Description of the task
Select and copy out every line in the records containing "newEngine".
** Opening Source data block **
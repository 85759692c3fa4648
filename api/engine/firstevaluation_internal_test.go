package engine

import (
	"context"
	"encoding/json"
	"path/filepath"
	"strings"
	"testing"
	"time"

	"github.com/deadspace-fhir/deadspace/api/engine/enginetest"
	"github.com/deadspace-fhir/deadspace/api/store"
	"github.com/deadspace-fhir/deadspace/api/store/boltstore"
	"github.com/deadspace-fhir/deadspace/derive"
	"github.com/deadspace-fhir/deadspace/fhir/decode"
)

// TestFirstEvaluationDerivesEveryBloodGas: a dirty mark written by an
// earlier build says when an input was taken, not from which blood gas on
// results may change. An end-tidal reading two minutes after a blood gas,
// marked that way, is left out of the gas's derivation by an engine that
// trusts the mark; the first evaluation of a patient in a process derives
// every blood gas, so a restarted (upgraded) service takes it in.
func TestFirstEvaluationDerivesEveryBloodGas(t *testing.T) {
	t.Parallel()
	path := filepath.Join(t.TempDir(), "s.db")
	st, err := boltstore.Open(path, boltstore.Options{NoSync: true})
	if err != nil {
		t.Fatal(err)
	}
	defer st.Close()
	enc := enginetest.Encoder(t)
	newEngine := func() *Engine {
		e, err := New(Config{Store: st, Decoder: decode.New(decode.Options{}), Encoder: enc, Derive: derive.DefaultConfig()})
		if err != nil {
			t.Fatal(err)
		}
		return e
	}
	ctx := context.Background()
	at := time.Now().Add(-2 * time.Hour).Truncate(time.Minute)
	first := newEngine()
	if _, err := first.Ingest(ctx, "test", []json.RawMessage{
		reading("gas", "2019-8", 44, at), reading("et0", "19891-1", 36, at.Add(-time.Minute)),
	}); err != nil {
		t.Fatal(err)
	}
	if err := first.EvaluateNow(ctx); err != nil {
		t.Fatal(err)
	}
	cites := func(e *Engine, ref string) bool {
		recs, err := e.Derivations(ctx, "Patient/p1", time.Time{}, at.Add(time.Hour), "", 20)
		if err != nil {
			t.Fatal(err)
		}
		if len(recs) == 0 {
			t.Fatal("nothing derived")
		}
		for _, r := range recs {
			if r.Payload.Derivation != nil && r.Payload.Code == derive.CodeGradient {
				raw, _ := json.Marshal(r.Payload.Derivation.Used)
				return strings.Contains(string(raw), ref)
			}
		}
		t.Fatal("no gradient derived")
		return false
	}
	// The late reading, stored as an earlier build stored it: its mark
	// starts at its own time, after the blood gas.
	it, err := decode.New(decode.Options{}).Decode(reading("et2", "19891-1", 30, at.Add(2*time.Minute)))
	if err != nil {
		t.Fatal(err)
	}
	in, err := first.toStored(it, time.Now())
	if err != nil {
		t.Fatal(err)
	}
	in.ChangedAt, in.ChangedUntil = it.Reading.At(), time.Time{}
	if _, err := st.PutInputs(ctx, []store.Input{in}, time.Now()); err != nil {
		t.Fatal(err)
	}
	// The process that evaluated the patient before trusts the mark.
	if err := first.EvaluateNow(ctx); err != nil {
		t.Fatal(err)
	}
	if cites(first, "Observation/et2") {
		t.Fatal("the engine that evaluated the patient before took in a reading its mark put after the blood gas; the test shows nothing")
	}
	// A restarted process: the same store, a new engine, a mark of the
	// same kind (a newer version of the reading).
	in.VersionID, in.LastUpdated = "2", in.LastUpdated.Add(time.Second)
	if _, err := st.PutInputs(ctx, []store.Input{in}, time.Now()); err != nil {
		t.Fatal(err)
	}
	restarted := newEngine()
	if err := restarted.EvaluateNow(ctx); err != nil {
		t.Fatal(err)
	}
	if !cites(restarted, "Observation/et2") {
		t.Error("the first evaluation after a restart left a reading within the blood gas's window out")
	}
}
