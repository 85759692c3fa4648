package engine_test

import (
	"context"
	"encoding/json"
	"fmt"
	"net/http"
	"testing"
	"time"

	"github.com/deadspace-fhir/deadspace/api/engine"
	"github.com/deadspace-fhir/deadspace/api/engine/enginetest"
	"github.com/deadspace-fhir/deadspace/api/store/boltstore"
	"github.com/deadspace-fhir/deadspace/derive"
	"github.com/deadspace-fhir/deadspace/fhir/client"
	"github.com/deadspace-fhir/deadspace/fhir/decode"
	"github.com/deadspace-fhir/deadspace/fhir/encode"
	"github.com/deadspace-fhir/deadspace/fhir/fhirtest"
)

// lateRig is an engine writing to the Medplum peer through a proxy that
// holds writes and commits them after the engine gave up on them.
type lateRig struct {
	t           *testing.T
	peer        *fhirtest.Server
	proxy       *fhirtest.Proxy
	eng         *engine.Engine
	st          *boltstore.Store
	at, updated time.Time
	inputs      []json.RawMessage // the end-tidal readings
}

func newLateRig(t *testing.T) *lateRig {
	t.Helper()
	peer := fhirtest.Start(t)
	proxy := fhirtest.NewProxy(t, peer.BaseURL)
	eng, st := newLateEngine(t, proxy.BaseURL)
	at := time.Now().Add(-time.Hour).Truncate(time.Minute)
	r := &lateRig{t: t, peer: peer, proxy: proxy, eng: eng, st: st, at: at, updated: at.Add(10 * time.Minute)}
	var inputs []json.RawMessage
	for m := -2; m <= 2; m++ {
		inputs = append(inputs, obs(fmt.Sprintf("et%d", m+2), "1", "final", "19891-1", "mm[Hg]", 36, at.Add(time.Duration(m)*time.Minute), r.updated))
	}
	r.inputs = inputs
	r.ingest(inputs...)
	return r
}

// newLateEngine is an engine with a store of its own, writing to baseURL.
func newLateEngine(t *testing.T, baseURL string) (*engine.Engine, *boltstore.Store) {
	t.Helper()
	st := enginetest.OpenStore(t, boltstore.Options{})
	enc := enginetest.Encoder(t)
	// The engine gives up on a request after a second, as a real client
	// gives up after its timeout.
	cl, err := client.New(client.Config{BaseURL: baseURL, MaxRetries: -1, HTTPClient: &http.Client{Timeout: 2 * time.Second}})
	if err != nil {
		t.Fatal(err)
	}
	eng, err := engine.New(engine.Config{
		Store: st, Decoder: decode.New(decode.Options{}), Encoder: enc, Derive: derive.DefaultConfig(), Client: cl,
	})
	if err != nil {
		t.Fatal(err)
	}
	return eng, st
}

// gas is version v of the blood gas, with PaCO2 value.
func (r *lateRig) gas(v int, value float64) json.RawMessage {
	return gasVersion(v, value, r.at, r.updated)
}

func (r *lateRig) ingest(raws ...json.RawMessage) {
	r.t.Helper()
	ingestNow(r.t, r.eng, raws...)
}

// flush sends due writes until the outbox is empty.
func (r *lateRig) flush() {
	r.t.Helper()
	ctx := context.Background()
	deadline := time.Now().Add(60 * time.Second)
	for {
		r.eng.FlushNow(ctx)
		h, err := r.eng.Health(ctx)
		if err != nil {
			r.t.Fatal(err)
		}
		if h.Stats.OutboxDepth == 0 {
			if h.Stats.DeadLetters != 0 {
				r.t.Fatalf("%d writes went to the dead letters", h.Stats.DeadLetters)
			}
			return
		}
		if time.Now().After(deadline) {
			r.t.Fatalf("outbox still holds %d writes", h.Stats.OutboxDepth)
		}
		time.Sleep(200 * time.Millisecond)
	}
}

// flushHeld sends writes while the proxy holds the next transaction, and
// returns once the engine has given up on it.
func (r *lateRig) flushHeld() {
	r.t.Helper()
	before := r.proxy.Held()
	r.proxy.HoldNext(1, fhirtest.TransactionPOST)
	// The write may wait out a backoff first on a busy machine.
	deadline := time.Now().Add(30 * time.Second)
	for r.eng.FlushNow(context.Background()); r.proxy.Held() != before+1; r.eng.FlushNow(context.Background()) {
		if time.Now().After(deadline) {
			r.t.Fatalf("the proxy holds %d transactions, want %d", r.proxy.Held(), before+1)
		}
		time.Sleep(100 * time.Millisecond)
	}
}

// serverValue is one derived Observation on the server.
type serverValue struct {
	id, version, key, status string
	raw                      json.RawMessage
}

// parseServerValue reads a derived Observation from the server; series
// is empty for any other Observation.
func parseServerValue(t testing.TB, raw json.RawMessage) (series string, v serverValue) {
	t.Helper()
	opts := encode.DefaultOptions()
	var o struct {
		ID         string
		Status     string
		Meta       struct{ VersionID string }
		Identifier []struct{ System, Value string }
	}
	if err := json.Unmarshal(raw, &o); err != nil {
		t.Fatal(err)
	}
	v = serverValue{id: o.ID, version: o.Meta.VersionID, status: o.Status, raw: raw}
	for _, id := range o.Identifier {
		switch id.System {
		case opts.IdentifierSystem:
			v.key = id.Value
		case opts.SeriesSystem:
			series = id.Value
		}
	}
	return series, v
}

// values returns the derived Observations on the server by series.
func (r *lateRig) values() map[string][]serverValue {
	r.t.Helper()
	out := map[string][]serverValue{}
	for _, raw := range r.peer.Search(r.t, "Observation?_count=100") {
		if series, v := parseServerValue(r.t, raw); series != "" {
			out[series] = append(out[series], v)
		}
	}
	return out
}

// wantCurrent checks that every series has one Observation on the server,
// carrying the key the ledger holds now.
func (r *lateRig) wantCurrent(values map[string][]serverValue) {
	r.t.Helper()
	if len(values) != 2 {
		r.t.Fatalf("%d series on the server, want 2 (gradient and alveolar fraction)", len(values))
	}
	for series, vs := range values {
		if len(vs) != 1 {
			r.t.Errorf("series has %d live Observations on the server, want 1: %+v", len(vs), vs)
			continue
		}
		rec, err := r.eng.Entry(context.Background(), series)
		if err != nil {
			r.t.Fatal(err)
		}
		if vs[0].key != rec.Key {
			r.t.Errorf("the server holds key %s, the ledger %s: an older value won", vs[0].key, rec.Key)
		}
		if rec.ServerID != vs[0].id || rec.ServerVersion != vs[0].version {
			r.t.Errorf("ledger knows %s/%s, the server holds %s/%s", rec.ServerID, rec.ServerVersion, vs[0].id, vs[0].version)
		}
	}
}

// A create that the server commits after the engine gave up on it, and
// after the engine's retry created the value and a revision updated it,
// adds no second live Observation: creates are conditional on the series,
// which a revision keeps (issue 9: a create conditional on the key made a
// second one).
func TestLateCreateAddsNoSecondValue(t *testing.T) {
	r := newLateRig(t)
	r.ingest(r.gas(1, 44))
	r.flushHeld()
	r.flush() // the retry creates the values
	r.ingest(r.gas(2, 47))
	r.flush() // the revision updates them
	if got := r.proxy.Release(false); len(got) != 1 || got[0] >= 300 {
		t.Fatalf("the late create was answered %v", got)
	}
	r.wantCurrent(r.values())
}

// A revision that the server commits after the engine gave up on it, and
// after a later revision was written, is refused by its If-Match: the
// newer revision stays (issue 9: a plain PUT overwrote it). Released in
// reverse order with another held copy, the result is the same.
func TestLateRevisionNeverOverwritesANewerOne(t *testing.T) {
	r := newLateRig(t)
	r.ingest(r.gas(1, 44))
	r.flush()
	r.ingest(r.gas(2, 47))
	r.flushHeld() // the revision to version 2 is held
	r.flush()     // its retry lands
	r.ingest(r.gas(3, 49))
	r.flushHeld() // the revision to version 3 is held too
	r.flush()
	statuses := r.proxy.Release(true)
	statuses = append(statuses, r.proxy.Release(false)...)
	for _, s := range statuses {
		if s != http.StatusPreconditionFailed {
			t.Errorf("a late revision was answered %d, want 412", s)
		}
	}
	r.wantCurrent(r.values())
}

// When the held revision is committed before the engine retries it, the
// retry fails its If-Match; the engine reads the server's Observation,
// finds its own value there, and records the write as done, with the
// server's version, instead of writing it again or burying it.
func TestPreconditionFailureOnOwnLandedWrite(t *testing.T) {
	r := newLateRig(t)
	r.ingest(r.gas(1, 44))
	r.flush()
	r.ingest(r.gas(2, 47))
	r.flushHeld()
	if got := r.proxy.Release(false); len(got) != 1 || got[0] >= 300 {
		t.Fatalf("the held revision was answered %v", got)
	}
	r.flush()
	r.wantCurrent(r.values())
	// Another revision then goes through against the version read.
	r.ingest(r.gas(3, 49))
	r.flush()
	r.wantCurrent(r.values())
}

// A revision made on the server by someone else is never overwritten:
// the update fails its If-Match, the engine reads a value it did not
// write, and the write goes to the dead letters for an operator.
func TestForeignRevisionIsNeverOverwritten(t *testing.T) {
	r := newLateRig(t)
	r.ingest(r.gas(1, 44))
	r.flush()
	vals := r.values()
	var target serverValue
	for _, vs := range vals {
		target = vs[0]
		break
	}
	status, _, body := r.peer.Do(t, http.MethodGet, "Observation/"+target.id, nil, nil)
	if status != http.StatusOK {
		t.Fatalf("read: %d", status)
	}
	var o map[string]any
	if err := json.Unmarshal(body, &o); err != nil {
		t.Fatal(err)
	}
	o["identifier"] = []any{map[string]any{"system": "https://other.example/id", "value": "theirs"}}
	edited, _ := json.Marshal(o)
	if status, _, body := r.peer.Do(t, http.MethodPut, "Observation/"+target.id, edited, nil); status >= 300 {
		t.Fatalf("foreign edit: %d %s", status, body)
	}
	r.ingest(r.gas(2, 47))
	ctx := context.Background()
	deadline := time.Now().Add(30 * time.Second)
	for {
		r.eng.FlushNow(ctx)
		h, err := r.eng.Health(ctx)
		if err != nil {
			t.Fatal(err)
		}
		if h.Stats.DeadLetters > 0 {
			break
		}
		if time.Now().After(deadline) {
			t.Fatal("the write that met a foreign revision was never buried")
		}
		time.Sleep(200 * time.Millisecond)
	}
	_, _, body = r.peer.Do(t, http.MethodGet, "Observation/"+target.id, nil, nil)
	var now struct{ Identifier []struct{ Value string } }
	if err := json.Unmarshal(body, &now); err != nil {
		t.Fatal(err)
	}
	if len(now.Identifier) != 1 || now.Identifier[0].Value != "theirs" {
		t.Fatalf("the foreign revision was overwritten: %s", body)
	}
}

// A create that the server commits after the engine gave up on it, for an
// earlier version of the inputs, is found by a later create of the series
// that carries the newer value: its condition matches (200) rather than
// creates. The later create comes from a ledger that never saw the first
// (as when serve wrote a value and backfill then derives the series again
// from its own ledger). The server must end with the newer value, updated
// in place, not keep the older one while the ledger records its own key
// there (the ledger acknowledged the matched id as if it held its value).
func TestLateCreateMatchedByANewerCreateIsUpdated(t *testing.T) {
	r := newLateRig(t)
	r.ingest(r.gas(1, 44))
	r.flushHeld() // the create of version 1 is held
	// The inputs are revised before any retry, in a ledger that knows
	// only the newer version: its create carries the newer key.
	r.eng, r.st = newLateEngine(t, r.proxy.BaseURL)
	r.ingest(append(r.inputs, r.gas(2, 47))...)
	if got := r.proxy.Release(false); len(got) != 1 || got[0] >= 300 {
		t.Fatalf("the late create was answered %v", got)
	}
	r.flush() // the newer create's condition matches the late one
	r.wantCurrent(r.values())
	// One Provenance per derivation the server received: the late
	// create's, and the newer one's, which the update does not repeat.
	if got := len(r.peer.Search(t, "Provenance?_count=100")); got != 2 {
		t.Errorf("%d Provenances on the server, want 2", got)
	}
}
** Closing Source data block **
Output of the task
	newEngine := func() *Engine {
	first := newEngine()
	restarted := newEngine()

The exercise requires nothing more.